Steven Milne

Personal information
- Full name: Steven Milne
- Date of birth: 5 May 1980 (age 45)
- Place of birth: Dundee, Scotland
- Position(s): Striker

Senior career*
- Years: Team / Apps / (Gls)
- 1997–2004: Dundee / 98 / (25)
- 1999–2000: → Forfar Athletic (loan) / 35 / (19)
- 2004–2005: Plymouth Argyle / 12 / (0)
- 2005–2011: St Johnstone / 122 / (54)
- 2011: Ross County / 13 / (1)
- 2011–2013: Dundee / 45 / (23)
- 2013–2014: Arbroath / 11 / (3)
- Total:  / 336 / (121)

= Steven Milne =

Scottish footballer

Steven Milne (born 5 May 1980) is a Scottish former professional footballer who played as a striker for Dundee, Forfar Athletic, Plymouth Argyle, St Johnstone, Ross County and Arbroath. Milne received a runners-up medal in the 2003 Scottish Cup Final, where Dundee lost 1–0 to Rangers. He won the Scottish Challenge Cup in 2007 and the Scottish First Division in 2009 with St Johnstone.

==Career==
Milne began his career with Dundee, making two appearances midway through the club's 1997–98 Scottish First Division title-winning season. Failing to appear in the club's Scottish Premier League campaign the following season, Milne spent the entire 1999-00 campaign on loan at Forfar Athletic, scoring 16 goals in 35 league matches. Returning to Dens Park in the summer, Milne featured in over twenty first-team matches, scoring four times as Dundee finished the inaugural twelve-team season in the top six. The following season, Milne featured in the majority of matches, although his five goals failed to lift Dundee higher than ninth place. In 2002–03, Milne again featured regularly, appearing as a substitute in Dundee's narrow Scottish Cup Final defeat to Rangers.

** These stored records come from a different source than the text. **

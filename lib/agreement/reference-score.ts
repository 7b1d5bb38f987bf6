/**
 * Scores one rater against the reference labels of a calibration set: the rater's label and the
 * reference label of each component they rated, pooled over the set's runs. Framework-free (no
 * database, no Next.js) so tests and the CLI share it. Every statistic comes from lib/agreement and
 * has its StatResult shape (null with a reason when undefined for the data, never NaN).
 *
 * Layout: a k × k confusion matrix, rows = the rater, columns = the reference, categories in the
 * study's label-set order; flat row-major Float64Array for the lib/agreement *FromFlat routines.
 * Noise detection: 'noise' is positive, every other label — 'uncertain' included — is negative.
 */
import {
  cohenKappaFromFlat,
  detection,
  pairGwetAC1FromFlat,
  pairPercentAgreementFromFlat,
  type ConfusionMatrix,
  type StatResult,
} from '@/lib/agreement';

/** One component: what the rater said and what the reference says. */
export type ScoredPair = { rater: string; reference: string };

export type CalibrationScore = {
  /** Components counted (rated by the rater and with a reference label in the label set). */
  n: number;
  /** Pairs left out because a label is not in the study's label set. */
  skipped: number;
  percentAgreement: StatResult;
  cohenKappa: StatResult;
  gwetAC1: StatResult;
  /** Noise detection against the reference (null values when 'noise' is not a category). */
  noise: { sensitivity: StatResult; specificity: StatResult; tp: number; fp: number; fn: number; tn: number };
  /** Rows: the rater; columns: the reference. */
  confusion: ConfusionMatrix;
};

const noNoise = (n: number): CalibrationScore['noise'] => ({
  sensitivity: { value: null, reason: 'the label set has no "noise" category', n },
  specificity: { value: null, reason: 'the label set has no "noise" category', n },
  tp: 0,
  fp: 0,
  fn: 0,
  tn: 0,
});

/** Percent agreement, Cohen's κ, Gwet's AC1 and noise sensitivity/specificity of a rater vs the reference. */
export function scoreAgainstReference(pairs: readonly ScoredPair[], categories: readonly string[]): CalibrationScore {
  const k = categories.length;
  const flat = new Float64Array(k * k);
  let n = 0;
  let skipped = 0;
  for (const p of pairs) {
    const x = categories.indexOf(p.rater);
    const y = categories.indexOf(p.reference);
    if (x < 0 || y < 0) {
      skipped++;
      continue;
    }
    flat[x * k + y] += 1;
    n++;
  }
  const confusion: ConfusionMatrix = {
    categories,
    matrix: Array.from({ length: k }, (_, a) => Array.from(flat.subarray(a * k, a * k + k))),
    n,
  };
  return {
    n,
    skipped,
    percentAgreement: pairPercentAgreementFromFlat(flat, k, n),
    cohenKappa: cohenKappaFromFlat(flat, k, n),
    gwetAC1: k >= 2 ? pairGwetAC1FromFlat(flat, k, n) : { value: null, reason: 'fewer than 2 categories', n },
    noise: categories.includes('noise') ? detection(confusion, 'noise') : noNoise(n),
    confusion,
  };
}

The 2003–04 season proved to be Milne's final year with the club, scoring eight goals in 20 league appearances as Dundee were denied a top six place on goal difference. In April 2004, with Dundee trying to come out of administration, Milne was one of five players offered a new contract on "significantly reduced terms". A month later, Milne rejected Dundee and other SPL clubs to join Plymouth Argyle. Featuring prominently as a substitute in the first three months of the season, Milne sustained an injury that kept him for several months, returning to training in February and making his comeback towards the end of April.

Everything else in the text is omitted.